:: Dataset ::

import { describe, expect, it } from 'vitest';
import { secondaryCompressionSettlement } from './secondary-compression-settlement.js';

const base = { thicknessM: 5, cAlpha: 0.02, voidRatioAtEndOfPrimary: 1, endOfPrimaryYears: 2, designLifeYears: 50 };

describe('secondaryCompressionSettlement({ thicknessM, cAlpha, voidRatioAtEndOfPrimary, endOfPrimaryYears, designLifeYears })', () => {
  it('is Cα/(1 + ep)·H·log10(t2/t1)', () => {
    // Hand calculation: 0.02/2 × 5 × log10(25) = 0.05 × 1.397940 = 0.069897 m.
    expect(secondaryCompressionSettlement(base)).toBeCloseTo(0.069897, 6);
  });

  it('is zero when the design life ends before primary consolidation does', () => {
    expect(secondaryCompressionSettlement({ ...base, designLifeYears: 1 })).toBe(0);
  });

  it('grows by the same amount for each tenfold of time', () => {
    const a = secondaryCompressionSettlement({ ...base, designLifeYears: 20 });
    const b = secondaryCompressionSettlement({ ...base, designLifeYears: 200 });
    expect(b - a).toBeCloseTo(0.05, 12);
  });

  it('throws RangeError for non-positive thickness, void ratio or times, and negative Cα', () => {
    expect(() => secondaryCompressionSettlement({ ...base, thicknessM: 0 })).toThrow(new RangeError('secondaryCompressionSettlement requires a finite thicknessM > 0'));
    expect(() => secondaryCompressionSettlement({ ...base, cAlpha: -0.01 })).toThrow(new RangeError('secondaryCompressionSettlement requires a finite cAlpha >= 0'));
    expect(() => secondaryCompressionSettlement({ ...base, voidRatioAtEndOfPrimary: 0 })).toThrow(new RangeError('secondaryCompressionSettlement requires a finite voidRatioAtEndOfPrimary > 0'));
    expect(() => secondaryCompressionSettlement({ ...base, endOfPrimaryYears: 0 })).toThrow(new RangeError('secondaryCompressionSettlement requires finite endOfPrimaryYears > 0 and designLifeYears > 0'));
  });
});
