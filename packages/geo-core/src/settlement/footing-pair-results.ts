import { judgeAngularDistortion } from './judge-angular-distortion.js';
import type { FootingPairResult, FootingSettlementResult } from './settlement-check.types.js';

/**
 * Differential settlement and angular distortion for every pair of footings
 * (closer than maxDistanceM, if given): δ = |S1 − S2| between centres,
 * β = δ/L with L the centre-to-centre distance, judged against the published
 * limits (judgeAngularDistortion) and against the design limit.
 *
 * Angular distortion is meaningful between adjacent supports; distant pairs
 * give small β by construction, which is why the distance filter exists.
 * Source: Skempton & MacDonald (1956); Bjerrum (1963); EN 1997-1 Annex H
 * (definitions of differential settlement and relative rotation).
 *
 * @param footings footing results with centre totals (m) and positions (m)
 * @param designAngularDistortion the limit the design must keep, dimensionless
 * @param maxDistanceM only pairs closer than this, m; undefined: all pairs
 * @returns one row per pair
 * @throws RangeError when two footings share a centre or maxDistanceM is not positive
 * @example footingPairResults(check.footings, 1 / 500)[0].angularDistortion
 */
export function footingPairResults(footings: readonly FootingSettlementResult[], designAngularDistortion: number, maxDistanceM?: number): FootingPairResult[] {
  if (maxDistanceM !== undefined && !(maxDistanceM > 0)) throw new RangeError('footingPairResults requires maxDistanceM > 0');
  const pairs: FootingPairResult[] = [];
  for (let i = 0; i < footings.length; i += 1) {
    for (let j = i + 1; j < footings.length; j += 1) {
      const a = footings[i];
      const b = footings[j];
      if (a === undefined || b === undefined) continue;
      const distanceM = Math.hypot(a.xM - b.xM, a.yM - b.yM);
      if (distanceM === 0) throw new RangeError(`footingPairResults requires footings at distinct centres (${a.id} and ${b.id} coincide)`);
      if (maxDistanceM !== undefined && distanceM > maxDistanceM) continue;
      const differentialSettlementM = Math.abs(a.totalM - b.totalM);
      const angularDistortion = differentialSettlementM / distanceM;
      pairs.push({
        footingIds: [a.id, b.id],
        distanceM,
        differentialSettlementM,
        angularDistortion,
        withinDesignLimit: angularDistortion <= designAngularDistortion,
        verdicts: judgeAngularDistortion(angularDistortion),
      });
    }
  }
  return pairs;
}
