import type { ProjectDesigner, ProjectDetail } from '@porestack/types';
import { describe, expect, it } from 'vitest';
import { createApp } from '../../../app.js';
import { createMember, signedInBrowser, signUpAdmin } from '../../../testing/browser.js';

const app = createApp();

describe('designers of a project', () => {
  it('when a lab manager lists designers, then only members with the designer role come back, and they can be set on a project', async () => {
    const admin = await signUpAdmin(app, 'designers-admin');
    const manager = await createMember(admin.orgId, 'lab_manager', 'designers-manager');
    const designer = await createMember(admin.orgId, 'designer', 'designers-designer');
    await createMember(admin.orgId, 'technician', 'designers-tech');
    const browser = await signedInBrowser(app, manager.email);

    const listed = (await browser.get(`/api/orgs/${admin.orgId}/designers`).expect(200)).body as ProjectDesigner[];
    expect(listed.map((d) => d.userId)).toEqual([designer.userId]);

    const created = (await browser.post(`/api/orgs/${admin.orgId}/projects`, { name: 'Designer project', reference: `DP-${Date.now()}`, clientName: 'Client' }).expect(201)).body as ProjectDetail;
    const patched = (await browser.patch(`/api/orgs/${admin.orgId}/projects/${created.id}`, { designerIds: [designer.userId] }).expect(200)).body as ProjectDetail;
    expect(patched.designers).toEqual([{ userId: designer.userId, name: listed[0]!.name, email: designer.email }]);
  });

  it('when the designer list is asked for from another organisation, then 404 and nothing leaks', async () => {
    const a = await signUpAdmin(app, 'designers-a');
    await createMember(a.orgId, 'designer', 'designers-a-designer');
    const b = await signUpAdmin(app, 'designers-b');
    const res = await b.browser.get(`/api/orgs/${a.orgId}/designers`);
    expect(res.status).toBe(404);
    expect(JSON.stringify(res.body)).not.toMatch(/designers-a-designer/);
  });

  it('when a designer lists projects, then only the projects they are assigned to come back; another project of the organisation answers 404', async () => {
    const admin = await signUpAdmin(app, 'scope-admin');
    const designer = await createMember(admin.orgId, 'designer', 'scope-designer');
    const theirs = (await admin.browser.post(`/api/orgs/${admin.orgId}/projects`, { name: 'Assigned', reference: `SC-A-${Date.now()}`, clientName: 'Client', designerIds: [designer.userId] }).expect(201))
      .body as ProjectDetail;
    const other = (await admin.browser.post(`/api/orgs/${admin.orgId}/projects`, { name: 'Not assigned', reference: `SC-B-${Date.now()}`, clientName: 'Client' }).expect(201)).body as ProjectDetail;
    const browser = await signedInBrowser(app, designer.email);

    const listed = (await browser.get(`/api/orgs/${admin.orgId}/projects`).expect(200)).body as ProjectDetail[];
    expect(listed.map((p) => p.id)).toEqual([theirs.id]);
    await browser.get(`/api/orgs/${admin.orgId}/projects/${theirs.id}`).expect(200);
    await browser.get(`/api/orgs/${admin.orgId}/projects/${theirs.id}/boreholes`).expect(200);
    await browser.get(`/api/orgs/${admin.orgId}/projects/${other.id}`).expect(404);
    await browser.get(`/api/orgs/${admin.orgId}/projects/${other.id}/boreholes`).expect(404);

    // Lab staff keep the whole organisation.
    const all = (await admin.browser.get(`/api/orgs/${admin.orgId}/projects`).expect(200)).body as ProjectDetail[];
    expect(all.map((p) => p.id).sort()).toEqual([theirs.id, other.id].sort());
  });
});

:: What the task asks ::
Without any change, reproduce the listing above in full.

:: Solution to the exercise ::
import { describe, expect, it } from 'vitest';
import { secondaryCompressionSettlement } from './secondary-compression-settlement.js';

const base = { thicknessM: 5, cAlpha: 0.02, voidRatioAtEndOfPrimary: 1, endOfPrimaryYears: 2, designLifeYears: 50 };

describe('secondaryCompressionSettlement({ thicknessM, cAlpha, voidRatioAtEndOfPrimary, endOfPrimaryYears, designLifeYears })', () => {
  it('is Cα/(1 + ep)·H·log10(t2/t1)', () => {
    // Hand calculation: 0.02/2 × 5 × log10(25) = 0.05 × 1.397940 = 0.069897 m.
    expect(secondaryCompressionSettlement(base)).toBeCloseTo(0.069897, 6);
  });

  it('is zero when the design life ends before primary consolidation does', () => {
    expect(secondaryCompressionSettlement({ ...base, designLifeYears: 1 })).toBe(0);
  });

  it('grows by the same amount for each tenfold of time', () => {
    const a = secondaryCompressionSettlement({ ...base, designLifeYears: 20 });
    const b = secondaryCompressionSettlement({ ...base, designLifeYears: 200 });
    expect(b - a).toBeCloseTo(0.05, 12);
  });

  it('throws RangeError for non-positive thickness, void ratio or times, and negative Cα', () => {
    expect(() => secondaryCompressionSettlement({ ...base, thicknessM: 0 })).toThrow(new RangeError('secondaryCompressionSettlement requires a finite thicknessM > 0'));
    expect(() => secondaryCompressionSettlement({ ...base, cAlpha: -0.01 })).toThrow(new RangeError('secondaryCompressionSettlement requires a finite cAlpha >= 0'));
    expect(() => secondaryCompressionSettlement({ ...base, voidRatioAtEndOfPrimary: 0 })).toThrow(new RangeError('secondaryCompressionSettlement requires a finite voidRatioAtEndOfPrimary > 0'));
    expect(() => secondaryCompressionSettlement({ ...base, endOfPrimaryYears: 0 })).toThrow(new RangeError('secondaryCompressionSettlement requires finite endOfPrimaryYears > 0 and designLifeYears > 0'));
  });
});
filename packages/geo-core/src/settlement/footing-pair-results.ts
import { judgeAngularDistortion } from './judge-angular-distortion.js';
import type { FootingPairResult, FootingSettlementResult } from './settlement-check.types.js';

/**
 * Differential settlement and angular distortion for every pair of footings
 * (closer than maxDistanceM, if given): δ = |S1 − S2| between centres,
 * β = δ/L with L the centre-to-centre distance, judged against the published
 * limits (judgeAngularDistortion) and against the design limit.
 *
 * Angular distortion is meaningful between adjacent supports; distant pairs
 * give small β by construction, which is why the distance filter exists.
 * Source: Skempton & MacDonald (1956); Bjerrum (1963); EN 1997-1 Annex H
 * (definitions of differential settlement and relative rotation).
 *
 * @param footings footing results with centre totals (m) and positions (m)
 * @param designAngularDistortion the limit the design must keep, dimensionless
 * @param maxDistanceM only pairs closer than this, m; undefined: all pairs
 * @returns one row per pair
 * @throws RangeError when two footings share a centre or maxDistanceM is not positive
 * @example footingPairResults(check.footings, 1 / 500)[0].angularDistortion
 */
export function footingPairResults(footings: readonly FootingSettlementResult[], designAngularDistortion: number, maxDistanceM?: number): FootingPairResult[] {
  if (maxDistanceM !== undefined && !(maxDistanceM > 0)) throw new RangeError('footingPairResults requires maxDistanceM > 0');
  const pairs: FootingPairResult[] = [];
  for (let i = 0; i < footings.length; i += 1) {
    for (let j = i + 1; j < footings.length; j += 1) {
      const a = footings[i];
      const b = footings[j];
      if (a === undefined || b === undefined) continue;
      const distanceM = Math.hypot(a.xM - b.xM, a.yM - b.yM);
      if (distanceM === 0) throw new RangeError(`footingPairResults requires footings at distinct centres (${a.id} and ${b.id} coincide)`);
      if (maxDistanceM !== undefined && distanceM > maxDistanceM) continue;
      const differentialSettlementM = Math.abs(a.totalM - b.totalM);
      const angularDistortion = differentialSettlementM / distanceM;
      pairs.push({
        footingIds: [a.id, b.id],
        distanceM,
        differentialSettlementM,
        angularDistortion,
        withinDesignLimit: angularDistortion <= designAngularDistortion,
        verdicts: judgeAngularDistortion(angularDistortion),
      });
    }
  }
  return pairs;
}
import type { ProjectDesigner, ProjectDetail } from '@porestack/types';
import { describe, expect, it } from 'vitest';
import { createApp } from '../../../app.js';
import { createMember, signedInBrowser, signUpAdmin } from '../../../testing/browser.js';

const app = createApp();

describe('designers of a project', () => {
  it('when a lab manager lists designers, then only members with the designer role come back, and they can be set on a project', async () => {
    const admin = await signUpAdmin(app, 'designers-admin');
    const manager = await createMember(admin.orgId, 'lab_manager', 'designers-manager');
    const designer = await createMember(admin.orgId, 'designer', 'designers-designer');
    await createMember(admin.orgId, 'technician', 'designers-tech');
    const browser = await signedInBrowser(app, manager.email);

    const listed = (await browser.get(`/api/orgs/${admin.orgId}/designers`).expect(200)).body as ProjectDesigner[];
    expect(listed.map((d) => d.userId)).toEqual([designer.userId]);

    const created = (await browser.post(`/api/orgs/${admin.orgId}/projects`, { name: 'Designer project', reference: `DP-${Date.now()}`, clientName: 'Client' }).expect(201)).body as ProjectDetail;
    const patched = (await browser.patch(`/api/orgs/${admin.orgId}/projects/${created.id}`, { designerIds: [designer.userId] }).expect(200)).body as ProjectDetail;
    expect(patched.designers).toEqual([{ userId: designer.userId, name: listed[0]!.name, email: designer.email }]);
  });

  it('when the designer list is asked for from another organisation, then 404 and nothing leaks', async () => {
    const a = await signUpAdmin(app, 'designers-a');
    await createMember(a.orgId, 'designer', 'designers-a-designer');
    const b = await signUpAdmin(app, 'designers-b');
    const res = await b.browser.get(`/api/orgs/${a.orgId}/designers`);
    expect(res.status).toBe(404);
    expect(JSON.stringify(res.body)).not.toMatch(/designers-a-designer/);
  });

  it('when a designer lists projects, then only the projects they are assigned to come back; another project of the organisation answers 404', async () => {
    const admin = await signUpAdmin(app, 'scope-admin');
    const designer = await createMember(admin.orgId, 'designer', 'scope-designer');
    const theirs = (await admin.browser.post(`/api/orgs/${admin.orgId}/projects`, { name: 'Assigned', reference: `SC-A-${Date.now()}`, clientName: 'Client', designerIds: [designer.userId] }).expect(201))
      .body as ProjectDetail;
    const other = (await admin.browser.post(`/api/orgs/${admin.orgId}/projects`, { name: 'Not assigned', reference: `SC-B-${Date.now()}`, clientName: 'Client' }).expect(201)).body as ProjectDetail;
    const browser = await signedInBrowser(app, designer.email);

    const listed = (await browser.get(`/api/orgs/${admin.orgId}/projects`).expect(200)).body as ProjectDetail[];
    expect(listed.map((p) => p.id)).toEqual([theirs.id]);
    await browser.get(`/api/orgs/${admin.orgId}/projects/${theirs.id}`).expect(200);
    await browser.get(`/api/orgs/${admin.orgId}/projects/${theirs.id}/boreholes`).expect(200);
    await browser.get(`/api/orgs/${admin.orgId}/projects/${other.id}`).expect(404);
    await browser.get(`/api/orgs/${admin.orgId}/projects/${other.id}/boreholes`).expect(404);

    // Lab staff keep the whole organisation.
    const all = (await admin.browser.get(`/api/orgs/${admin.orgId}/projects`).expect(200)).body as ProjectDetail[];
    expect(all.map((p) => p.id).sort()).toEqual([theirs.id, other.id].sort());
  });
});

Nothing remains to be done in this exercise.